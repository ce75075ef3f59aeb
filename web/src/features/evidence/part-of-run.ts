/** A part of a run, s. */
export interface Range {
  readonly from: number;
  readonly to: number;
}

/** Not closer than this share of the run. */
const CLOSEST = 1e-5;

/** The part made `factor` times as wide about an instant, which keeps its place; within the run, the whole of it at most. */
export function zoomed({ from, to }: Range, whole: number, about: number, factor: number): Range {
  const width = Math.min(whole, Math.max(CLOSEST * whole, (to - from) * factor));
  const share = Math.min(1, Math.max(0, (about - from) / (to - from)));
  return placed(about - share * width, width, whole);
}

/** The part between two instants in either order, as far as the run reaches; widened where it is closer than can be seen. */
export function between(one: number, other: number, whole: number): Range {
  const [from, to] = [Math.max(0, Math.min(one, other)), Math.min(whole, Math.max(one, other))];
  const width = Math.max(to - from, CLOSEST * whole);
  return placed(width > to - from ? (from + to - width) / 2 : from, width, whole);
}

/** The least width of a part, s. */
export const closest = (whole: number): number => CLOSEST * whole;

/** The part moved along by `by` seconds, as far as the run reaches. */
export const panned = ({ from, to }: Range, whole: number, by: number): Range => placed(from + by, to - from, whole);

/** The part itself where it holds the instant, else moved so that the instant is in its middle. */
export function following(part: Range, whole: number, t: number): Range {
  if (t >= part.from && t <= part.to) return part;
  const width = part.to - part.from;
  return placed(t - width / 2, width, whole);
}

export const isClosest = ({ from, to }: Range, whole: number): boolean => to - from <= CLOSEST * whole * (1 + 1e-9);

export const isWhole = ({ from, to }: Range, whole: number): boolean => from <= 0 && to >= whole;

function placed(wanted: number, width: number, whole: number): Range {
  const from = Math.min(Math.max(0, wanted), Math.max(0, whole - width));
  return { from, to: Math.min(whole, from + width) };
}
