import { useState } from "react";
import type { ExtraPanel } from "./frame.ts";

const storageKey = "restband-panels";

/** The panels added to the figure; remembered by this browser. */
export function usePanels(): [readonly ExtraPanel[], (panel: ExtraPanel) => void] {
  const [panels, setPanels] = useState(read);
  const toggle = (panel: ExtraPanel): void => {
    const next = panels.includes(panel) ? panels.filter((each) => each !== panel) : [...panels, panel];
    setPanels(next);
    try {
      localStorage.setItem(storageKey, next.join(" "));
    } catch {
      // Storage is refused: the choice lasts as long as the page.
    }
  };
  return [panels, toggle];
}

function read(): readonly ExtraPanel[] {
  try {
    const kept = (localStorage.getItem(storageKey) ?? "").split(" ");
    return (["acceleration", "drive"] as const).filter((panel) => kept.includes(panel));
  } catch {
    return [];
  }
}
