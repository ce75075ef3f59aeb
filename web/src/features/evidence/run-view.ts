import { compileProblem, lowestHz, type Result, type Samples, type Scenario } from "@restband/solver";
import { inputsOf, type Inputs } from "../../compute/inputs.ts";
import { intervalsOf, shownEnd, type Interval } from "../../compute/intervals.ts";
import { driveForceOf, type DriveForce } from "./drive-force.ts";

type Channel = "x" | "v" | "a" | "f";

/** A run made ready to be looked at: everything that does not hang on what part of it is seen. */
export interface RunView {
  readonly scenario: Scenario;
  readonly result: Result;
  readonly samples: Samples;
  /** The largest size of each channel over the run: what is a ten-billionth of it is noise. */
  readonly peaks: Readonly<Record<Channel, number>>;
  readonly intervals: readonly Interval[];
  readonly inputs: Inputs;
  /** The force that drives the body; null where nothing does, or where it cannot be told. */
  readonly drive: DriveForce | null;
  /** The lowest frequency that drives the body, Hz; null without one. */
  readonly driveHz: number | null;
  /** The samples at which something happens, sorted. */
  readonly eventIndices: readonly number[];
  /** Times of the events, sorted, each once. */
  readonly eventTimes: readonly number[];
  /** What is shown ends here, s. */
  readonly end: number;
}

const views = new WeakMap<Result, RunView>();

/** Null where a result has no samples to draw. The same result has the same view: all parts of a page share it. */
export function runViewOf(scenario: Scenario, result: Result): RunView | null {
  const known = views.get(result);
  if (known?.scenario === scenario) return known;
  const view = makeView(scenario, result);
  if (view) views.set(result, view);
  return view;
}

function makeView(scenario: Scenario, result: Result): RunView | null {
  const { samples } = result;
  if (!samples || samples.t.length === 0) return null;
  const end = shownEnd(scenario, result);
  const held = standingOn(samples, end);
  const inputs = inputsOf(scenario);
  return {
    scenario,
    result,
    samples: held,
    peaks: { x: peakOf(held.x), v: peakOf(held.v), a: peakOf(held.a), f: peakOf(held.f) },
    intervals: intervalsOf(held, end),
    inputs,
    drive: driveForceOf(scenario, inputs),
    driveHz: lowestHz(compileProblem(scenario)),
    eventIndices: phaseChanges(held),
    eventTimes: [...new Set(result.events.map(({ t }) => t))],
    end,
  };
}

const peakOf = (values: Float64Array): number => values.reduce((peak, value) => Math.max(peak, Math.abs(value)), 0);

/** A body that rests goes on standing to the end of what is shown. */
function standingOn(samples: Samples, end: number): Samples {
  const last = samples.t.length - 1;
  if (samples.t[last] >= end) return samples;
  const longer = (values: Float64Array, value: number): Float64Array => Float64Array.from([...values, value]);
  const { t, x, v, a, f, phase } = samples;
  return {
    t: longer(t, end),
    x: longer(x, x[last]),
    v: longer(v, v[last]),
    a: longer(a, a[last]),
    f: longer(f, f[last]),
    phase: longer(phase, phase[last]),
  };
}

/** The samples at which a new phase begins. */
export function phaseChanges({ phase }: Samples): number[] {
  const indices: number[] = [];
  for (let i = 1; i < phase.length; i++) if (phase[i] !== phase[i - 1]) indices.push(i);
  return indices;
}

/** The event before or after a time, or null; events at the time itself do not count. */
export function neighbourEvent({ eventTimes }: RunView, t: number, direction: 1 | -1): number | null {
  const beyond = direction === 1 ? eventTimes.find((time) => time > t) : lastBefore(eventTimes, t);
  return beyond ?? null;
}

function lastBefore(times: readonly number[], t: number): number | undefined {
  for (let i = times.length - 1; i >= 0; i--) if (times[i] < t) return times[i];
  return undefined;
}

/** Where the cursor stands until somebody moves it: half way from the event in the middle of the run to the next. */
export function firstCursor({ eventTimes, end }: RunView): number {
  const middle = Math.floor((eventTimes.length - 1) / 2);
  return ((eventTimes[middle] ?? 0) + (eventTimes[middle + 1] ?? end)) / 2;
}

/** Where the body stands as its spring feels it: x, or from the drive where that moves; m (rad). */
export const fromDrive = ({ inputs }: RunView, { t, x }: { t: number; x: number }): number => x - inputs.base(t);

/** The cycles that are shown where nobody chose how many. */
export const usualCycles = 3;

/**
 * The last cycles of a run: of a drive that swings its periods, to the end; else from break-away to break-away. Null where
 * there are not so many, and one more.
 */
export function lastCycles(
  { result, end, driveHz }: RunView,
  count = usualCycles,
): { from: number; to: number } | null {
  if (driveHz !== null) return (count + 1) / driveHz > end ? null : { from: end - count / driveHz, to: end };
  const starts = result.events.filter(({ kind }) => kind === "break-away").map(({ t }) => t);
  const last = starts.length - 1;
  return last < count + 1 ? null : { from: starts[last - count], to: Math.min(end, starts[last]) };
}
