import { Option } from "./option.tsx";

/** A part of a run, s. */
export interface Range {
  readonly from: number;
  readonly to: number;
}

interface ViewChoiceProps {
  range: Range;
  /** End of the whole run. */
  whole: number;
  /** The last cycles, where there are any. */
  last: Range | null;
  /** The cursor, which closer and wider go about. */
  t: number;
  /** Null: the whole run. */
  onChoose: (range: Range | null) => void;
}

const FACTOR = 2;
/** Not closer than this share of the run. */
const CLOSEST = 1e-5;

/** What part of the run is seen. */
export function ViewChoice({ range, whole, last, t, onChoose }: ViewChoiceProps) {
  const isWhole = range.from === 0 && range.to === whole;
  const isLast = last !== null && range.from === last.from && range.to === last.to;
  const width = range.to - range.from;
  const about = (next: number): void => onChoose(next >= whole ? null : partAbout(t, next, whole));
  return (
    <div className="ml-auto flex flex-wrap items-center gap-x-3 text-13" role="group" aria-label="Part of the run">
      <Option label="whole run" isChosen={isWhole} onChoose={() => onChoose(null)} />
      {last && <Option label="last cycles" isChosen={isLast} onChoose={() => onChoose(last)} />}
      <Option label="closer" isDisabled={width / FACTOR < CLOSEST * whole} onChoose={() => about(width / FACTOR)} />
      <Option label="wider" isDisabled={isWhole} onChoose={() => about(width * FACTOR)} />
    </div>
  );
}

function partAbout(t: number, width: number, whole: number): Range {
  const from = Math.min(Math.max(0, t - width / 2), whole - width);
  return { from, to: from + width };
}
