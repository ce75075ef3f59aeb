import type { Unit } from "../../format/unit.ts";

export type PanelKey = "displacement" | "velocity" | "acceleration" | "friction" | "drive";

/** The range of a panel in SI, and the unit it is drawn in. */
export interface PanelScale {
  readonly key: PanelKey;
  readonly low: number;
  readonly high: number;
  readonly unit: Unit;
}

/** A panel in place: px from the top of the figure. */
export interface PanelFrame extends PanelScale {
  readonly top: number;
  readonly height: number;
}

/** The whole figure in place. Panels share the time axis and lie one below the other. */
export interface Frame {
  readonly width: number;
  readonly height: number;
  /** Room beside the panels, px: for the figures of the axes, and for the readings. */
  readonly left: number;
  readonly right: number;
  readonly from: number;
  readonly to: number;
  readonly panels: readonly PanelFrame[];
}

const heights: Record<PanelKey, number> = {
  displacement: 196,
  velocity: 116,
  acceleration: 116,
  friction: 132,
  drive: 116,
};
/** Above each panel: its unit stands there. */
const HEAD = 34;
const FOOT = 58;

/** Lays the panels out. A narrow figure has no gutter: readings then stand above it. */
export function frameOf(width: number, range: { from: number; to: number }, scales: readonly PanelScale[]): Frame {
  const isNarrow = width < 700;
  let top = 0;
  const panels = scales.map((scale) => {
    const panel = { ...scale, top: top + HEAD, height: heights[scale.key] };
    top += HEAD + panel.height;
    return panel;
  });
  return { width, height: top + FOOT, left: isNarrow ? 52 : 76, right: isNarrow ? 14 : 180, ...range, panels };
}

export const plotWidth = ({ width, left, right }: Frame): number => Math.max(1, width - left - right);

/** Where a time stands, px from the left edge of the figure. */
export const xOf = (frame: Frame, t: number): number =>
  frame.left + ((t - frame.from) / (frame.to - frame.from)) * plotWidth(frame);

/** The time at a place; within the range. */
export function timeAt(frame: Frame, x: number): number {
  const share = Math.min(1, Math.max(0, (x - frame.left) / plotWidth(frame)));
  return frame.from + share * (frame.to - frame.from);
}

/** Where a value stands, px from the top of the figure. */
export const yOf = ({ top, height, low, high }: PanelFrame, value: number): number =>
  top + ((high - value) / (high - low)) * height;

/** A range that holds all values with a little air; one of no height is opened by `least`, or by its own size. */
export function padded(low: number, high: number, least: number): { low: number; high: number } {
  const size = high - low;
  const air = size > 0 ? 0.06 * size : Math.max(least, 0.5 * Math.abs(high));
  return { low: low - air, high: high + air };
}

——

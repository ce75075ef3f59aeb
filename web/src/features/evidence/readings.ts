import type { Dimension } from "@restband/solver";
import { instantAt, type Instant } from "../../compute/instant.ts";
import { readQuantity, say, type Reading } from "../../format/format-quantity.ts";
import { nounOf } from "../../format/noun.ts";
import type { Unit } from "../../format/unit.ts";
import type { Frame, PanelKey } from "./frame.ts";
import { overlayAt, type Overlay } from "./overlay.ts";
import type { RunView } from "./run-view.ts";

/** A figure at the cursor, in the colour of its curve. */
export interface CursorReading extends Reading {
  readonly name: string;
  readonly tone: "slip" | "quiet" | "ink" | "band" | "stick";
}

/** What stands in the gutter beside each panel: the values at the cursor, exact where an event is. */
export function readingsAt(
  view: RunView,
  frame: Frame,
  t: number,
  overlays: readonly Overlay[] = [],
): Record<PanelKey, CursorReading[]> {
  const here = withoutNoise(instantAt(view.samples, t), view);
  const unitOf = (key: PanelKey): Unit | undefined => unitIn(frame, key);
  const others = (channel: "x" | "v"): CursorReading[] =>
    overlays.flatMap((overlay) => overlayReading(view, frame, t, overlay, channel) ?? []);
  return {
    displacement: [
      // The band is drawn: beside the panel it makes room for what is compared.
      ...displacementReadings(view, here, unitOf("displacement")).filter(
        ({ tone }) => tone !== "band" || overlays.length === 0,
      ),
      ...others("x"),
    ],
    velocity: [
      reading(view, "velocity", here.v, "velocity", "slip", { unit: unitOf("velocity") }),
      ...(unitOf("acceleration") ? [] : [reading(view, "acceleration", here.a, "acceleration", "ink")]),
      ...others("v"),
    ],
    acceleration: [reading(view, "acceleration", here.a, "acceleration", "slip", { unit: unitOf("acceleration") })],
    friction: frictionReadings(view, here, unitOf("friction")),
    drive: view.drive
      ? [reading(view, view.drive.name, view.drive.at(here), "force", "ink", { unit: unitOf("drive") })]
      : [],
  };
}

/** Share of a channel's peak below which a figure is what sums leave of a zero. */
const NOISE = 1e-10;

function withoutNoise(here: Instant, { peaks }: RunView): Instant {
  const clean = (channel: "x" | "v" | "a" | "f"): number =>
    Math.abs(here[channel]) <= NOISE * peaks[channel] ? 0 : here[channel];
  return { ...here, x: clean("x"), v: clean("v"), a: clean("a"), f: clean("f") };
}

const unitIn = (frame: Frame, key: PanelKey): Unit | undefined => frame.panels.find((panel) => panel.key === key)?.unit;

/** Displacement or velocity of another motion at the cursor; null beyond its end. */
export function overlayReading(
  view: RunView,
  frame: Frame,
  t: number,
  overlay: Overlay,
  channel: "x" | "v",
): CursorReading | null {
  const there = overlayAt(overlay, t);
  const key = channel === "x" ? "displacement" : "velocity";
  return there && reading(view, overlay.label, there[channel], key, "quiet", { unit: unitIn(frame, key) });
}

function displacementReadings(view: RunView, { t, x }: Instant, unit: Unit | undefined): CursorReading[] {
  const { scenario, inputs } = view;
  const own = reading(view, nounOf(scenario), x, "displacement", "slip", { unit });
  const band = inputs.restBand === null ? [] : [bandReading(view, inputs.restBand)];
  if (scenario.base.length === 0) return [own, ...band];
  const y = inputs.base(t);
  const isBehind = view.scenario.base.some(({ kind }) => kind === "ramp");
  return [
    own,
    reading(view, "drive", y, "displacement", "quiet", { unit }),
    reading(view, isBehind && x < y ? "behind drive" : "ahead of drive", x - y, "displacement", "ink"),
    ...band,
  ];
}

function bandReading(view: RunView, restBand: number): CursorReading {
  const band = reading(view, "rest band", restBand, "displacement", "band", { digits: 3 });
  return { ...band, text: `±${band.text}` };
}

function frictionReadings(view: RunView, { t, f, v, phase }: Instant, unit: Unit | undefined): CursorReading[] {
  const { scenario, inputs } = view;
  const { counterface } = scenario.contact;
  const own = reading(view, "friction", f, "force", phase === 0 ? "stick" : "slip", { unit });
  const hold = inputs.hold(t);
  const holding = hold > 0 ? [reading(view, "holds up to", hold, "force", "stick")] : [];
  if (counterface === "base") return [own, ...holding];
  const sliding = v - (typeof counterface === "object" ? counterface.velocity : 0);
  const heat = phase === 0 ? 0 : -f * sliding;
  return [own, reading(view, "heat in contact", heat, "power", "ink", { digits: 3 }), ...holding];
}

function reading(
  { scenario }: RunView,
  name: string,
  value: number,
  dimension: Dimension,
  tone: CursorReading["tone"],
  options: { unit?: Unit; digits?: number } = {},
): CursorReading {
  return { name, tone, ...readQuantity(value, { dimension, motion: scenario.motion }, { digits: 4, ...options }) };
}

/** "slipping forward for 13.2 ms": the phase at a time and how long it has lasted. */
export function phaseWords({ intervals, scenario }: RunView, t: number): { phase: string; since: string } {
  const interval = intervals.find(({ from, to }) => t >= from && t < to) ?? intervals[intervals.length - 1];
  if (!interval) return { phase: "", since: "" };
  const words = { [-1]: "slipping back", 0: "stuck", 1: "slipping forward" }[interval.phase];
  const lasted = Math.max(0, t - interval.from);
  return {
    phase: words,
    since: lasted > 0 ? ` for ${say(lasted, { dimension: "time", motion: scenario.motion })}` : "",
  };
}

——

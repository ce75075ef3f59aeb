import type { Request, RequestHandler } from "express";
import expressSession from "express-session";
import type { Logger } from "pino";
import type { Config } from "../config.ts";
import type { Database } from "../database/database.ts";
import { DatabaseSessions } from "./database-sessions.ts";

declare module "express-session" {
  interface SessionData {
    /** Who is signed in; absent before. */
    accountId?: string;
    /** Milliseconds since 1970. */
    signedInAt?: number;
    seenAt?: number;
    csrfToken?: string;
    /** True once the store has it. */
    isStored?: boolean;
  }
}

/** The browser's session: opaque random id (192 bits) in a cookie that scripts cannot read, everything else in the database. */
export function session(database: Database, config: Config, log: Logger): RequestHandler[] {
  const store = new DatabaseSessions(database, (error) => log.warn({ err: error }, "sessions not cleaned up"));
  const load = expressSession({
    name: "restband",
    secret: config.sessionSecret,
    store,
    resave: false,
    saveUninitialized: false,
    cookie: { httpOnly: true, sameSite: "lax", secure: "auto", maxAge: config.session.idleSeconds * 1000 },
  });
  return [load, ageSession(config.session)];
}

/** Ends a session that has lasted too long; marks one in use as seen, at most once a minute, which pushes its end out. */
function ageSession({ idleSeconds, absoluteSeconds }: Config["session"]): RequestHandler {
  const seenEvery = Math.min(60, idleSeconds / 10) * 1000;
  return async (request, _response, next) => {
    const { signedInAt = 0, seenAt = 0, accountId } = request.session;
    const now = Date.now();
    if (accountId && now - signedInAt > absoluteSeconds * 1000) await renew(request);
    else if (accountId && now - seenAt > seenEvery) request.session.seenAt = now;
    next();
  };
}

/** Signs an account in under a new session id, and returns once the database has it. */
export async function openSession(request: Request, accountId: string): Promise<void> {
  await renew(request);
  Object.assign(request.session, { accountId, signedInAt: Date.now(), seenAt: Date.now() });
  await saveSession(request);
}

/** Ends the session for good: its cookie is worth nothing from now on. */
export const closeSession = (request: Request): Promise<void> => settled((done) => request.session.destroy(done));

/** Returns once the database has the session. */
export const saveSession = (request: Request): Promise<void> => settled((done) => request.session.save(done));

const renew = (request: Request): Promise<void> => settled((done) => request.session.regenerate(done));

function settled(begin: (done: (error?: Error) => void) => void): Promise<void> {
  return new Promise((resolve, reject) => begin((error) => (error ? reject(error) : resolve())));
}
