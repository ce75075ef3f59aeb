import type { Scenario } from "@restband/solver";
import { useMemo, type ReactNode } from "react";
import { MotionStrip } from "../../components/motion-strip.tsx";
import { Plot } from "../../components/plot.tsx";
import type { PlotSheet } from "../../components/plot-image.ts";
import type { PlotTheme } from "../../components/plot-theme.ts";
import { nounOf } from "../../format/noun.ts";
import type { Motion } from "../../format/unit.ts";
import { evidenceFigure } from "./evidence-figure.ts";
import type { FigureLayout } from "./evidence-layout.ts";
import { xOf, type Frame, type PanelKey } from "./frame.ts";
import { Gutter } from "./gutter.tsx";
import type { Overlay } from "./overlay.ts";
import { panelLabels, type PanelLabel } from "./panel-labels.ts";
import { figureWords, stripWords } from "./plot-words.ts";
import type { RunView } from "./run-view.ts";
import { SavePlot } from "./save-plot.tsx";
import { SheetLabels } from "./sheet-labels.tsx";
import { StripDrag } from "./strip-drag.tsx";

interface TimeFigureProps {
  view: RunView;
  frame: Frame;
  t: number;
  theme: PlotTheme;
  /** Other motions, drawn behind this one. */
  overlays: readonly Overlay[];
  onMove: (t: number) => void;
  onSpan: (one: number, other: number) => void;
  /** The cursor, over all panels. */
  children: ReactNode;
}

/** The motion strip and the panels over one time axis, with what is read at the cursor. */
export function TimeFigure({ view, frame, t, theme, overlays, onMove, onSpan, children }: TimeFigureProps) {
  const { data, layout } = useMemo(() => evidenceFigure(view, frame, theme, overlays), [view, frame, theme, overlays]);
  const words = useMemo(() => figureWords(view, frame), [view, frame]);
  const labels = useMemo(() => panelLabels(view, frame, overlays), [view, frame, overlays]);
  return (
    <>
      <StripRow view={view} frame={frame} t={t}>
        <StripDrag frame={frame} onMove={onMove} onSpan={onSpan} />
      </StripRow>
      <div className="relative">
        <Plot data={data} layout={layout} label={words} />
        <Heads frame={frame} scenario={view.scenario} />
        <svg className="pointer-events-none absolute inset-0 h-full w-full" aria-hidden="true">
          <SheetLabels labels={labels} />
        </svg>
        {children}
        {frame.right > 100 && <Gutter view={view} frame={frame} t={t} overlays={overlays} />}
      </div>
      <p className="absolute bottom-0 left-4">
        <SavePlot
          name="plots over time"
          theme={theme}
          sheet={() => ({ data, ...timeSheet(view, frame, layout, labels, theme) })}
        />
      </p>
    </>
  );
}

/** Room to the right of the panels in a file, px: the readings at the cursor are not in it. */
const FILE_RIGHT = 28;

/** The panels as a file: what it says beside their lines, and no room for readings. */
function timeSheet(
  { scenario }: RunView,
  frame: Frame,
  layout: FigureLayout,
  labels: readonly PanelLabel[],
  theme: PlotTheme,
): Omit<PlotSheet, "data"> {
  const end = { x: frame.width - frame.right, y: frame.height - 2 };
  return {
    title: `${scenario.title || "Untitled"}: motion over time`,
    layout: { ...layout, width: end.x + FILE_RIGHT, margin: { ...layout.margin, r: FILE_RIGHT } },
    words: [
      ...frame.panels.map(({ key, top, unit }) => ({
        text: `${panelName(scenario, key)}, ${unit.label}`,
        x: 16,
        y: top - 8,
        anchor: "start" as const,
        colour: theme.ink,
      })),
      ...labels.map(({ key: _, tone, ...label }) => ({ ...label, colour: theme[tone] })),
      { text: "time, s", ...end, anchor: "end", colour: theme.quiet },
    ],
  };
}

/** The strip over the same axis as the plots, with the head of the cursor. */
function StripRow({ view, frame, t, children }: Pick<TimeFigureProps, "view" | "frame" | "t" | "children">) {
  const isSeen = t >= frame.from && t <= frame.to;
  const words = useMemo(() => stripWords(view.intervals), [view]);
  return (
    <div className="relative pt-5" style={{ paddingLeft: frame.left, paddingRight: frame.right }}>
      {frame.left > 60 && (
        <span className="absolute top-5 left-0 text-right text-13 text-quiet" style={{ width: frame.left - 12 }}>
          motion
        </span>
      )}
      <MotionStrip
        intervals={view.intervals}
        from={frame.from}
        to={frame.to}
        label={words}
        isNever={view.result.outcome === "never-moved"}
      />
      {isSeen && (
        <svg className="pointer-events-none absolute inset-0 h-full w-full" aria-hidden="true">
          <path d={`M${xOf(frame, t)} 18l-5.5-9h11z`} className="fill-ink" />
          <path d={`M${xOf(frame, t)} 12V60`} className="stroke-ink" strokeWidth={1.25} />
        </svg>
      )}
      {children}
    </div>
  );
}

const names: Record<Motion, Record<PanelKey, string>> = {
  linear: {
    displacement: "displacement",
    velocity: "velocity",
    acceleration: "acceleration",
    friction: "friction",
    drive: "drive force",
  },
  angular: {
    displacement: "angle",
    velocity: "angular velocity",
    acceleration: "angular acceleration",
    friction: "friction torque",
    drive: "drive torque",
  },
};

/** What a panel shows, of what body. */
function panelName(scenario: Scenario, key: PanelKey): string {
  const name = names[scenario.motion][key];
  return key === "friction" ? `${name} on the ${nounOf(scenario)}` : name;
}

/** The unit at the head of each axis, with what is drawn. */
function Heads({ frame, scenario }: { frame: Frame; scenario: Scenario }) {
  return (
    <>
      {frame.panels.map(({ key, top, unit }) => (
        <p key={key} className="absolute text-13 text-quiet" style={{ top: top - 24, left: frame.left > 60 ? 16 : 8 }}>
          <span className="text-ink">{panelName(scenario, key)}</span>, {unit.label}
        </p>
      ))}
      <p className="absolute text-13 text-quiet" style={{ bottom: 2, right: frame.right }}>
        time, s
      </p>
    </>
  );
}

——

▶ **YOUR TASK**
Scan the records above for the string "solver", and copy every line where it turns up.

▶ **EXPECTED ANSWER**
import { compileProblem, lowestHz, type Result, type Samples, type Scenario } from "@restband/solver";
import type { Dimension } from "@restband/solver";
import type { Scenario } from "@restband/solver";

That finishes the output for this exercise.